──────── EXTRACTED RECORDS ────────
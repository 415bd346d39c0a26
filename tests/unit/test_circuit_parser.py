"""The OpenQASM 2.0 parser: statements, bit-level layout, errors, the standard gate set."""

from __future__ import annotations

import math
from pathlib import Path

import numpy as np
import pytest

from jobkeeper.circuit import (
    STANDARD_GATES,
    Condition,
    Operation,
    canonical_text,
    expand_standard,
    load_qasm,
    parse_qasm,
)
from jobkeeper.circuit.gates import GateSpec, parse_gate_definition
from jobkeeper.circuit.lexer import Token, TokenStream, tokenize
from jobkeeper.exceptions import CircuitError
from tests.conftest import shared_path

HEADER = 'OPENQASM 2.0;\ninclude "qelib1.inc";\n'


def ops(text: str) -> tuple[Operation, ...]:
    return parse_qasm(HEADER + text).operations


# ---- statements and bit-level layout -------------------------------------------------


def test_registers_are_laid_out_in_declaration_order() -> None:
    circuit = parse_qasm(HEADER + "qreg a[2];\ncreg x[3];\nqreg b[3];\ncreg y[1];\n")
    assert circuit.num_qubits == 5 and circuit.num_clbits == 4
    assert [(r.name, r.size, r.offset) for r in circuit.qregs] == [("a", 2, 0), ("b", 3, 2)]
    assert [(r.name, r.size, r.offset) for r in circuit.cregs] == [("x", 3, 0), ("y", 1, 3)]


def test_broadcasting() -> None:
    # OpenQASM 2.0 spec (arXiv:1707.03429) section 3: a register argument applies the
    # statement to each index; several registers must have the same size.
    got = ops(
        "qreg a[2];\nqreg b[2];\ncreg c[2];\nh a;\ncx a,b;\ncx a[0],b;\nmeasure b -> c;\nreset a;"
    )
    assert got == (
        Operation("h", (0,)),
        Operation("h", (1,)),
        Operation("cx", (0, 2)),
        Operation("cx", (1, 3)),
        Operation("cx", (0, 2)),
        Operation("cx", (0, 3)),
        Operation("measure", (2,), (), (0,)),
        Operation("measure", (3,), (), (1,)),
        Operation("reset", (0,)),
        Operation("reset", (1,)),
    )


def test_barrier_is_one_operation_on_the_union_of_its_arguments() -> None:
    got = ops("qreg a[2];\nqreg b[2];\nbarrier b, a[1], b[0];")
    assert got == (Operation("barrier", (1, 2, 3)),)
────────
### [INSTRUCTIONS FOR THE TASK]
Read the entries and select each line where the word "import" is found.

### [SOLUTION FOR THIS TASK]
from __future__ import annotations
import math
from pathlib import Path
import numpy as np
import pytest
from jobkeeper.circuit import (
from jobkeeper.circuit.gates import GateSpec, parse_gate_definition
from jobkeeper.circuit.lexer import Token, TokenStream, tokenize
from jobkeeper.exceptions import CircuitError
from tests.conftest import shared_path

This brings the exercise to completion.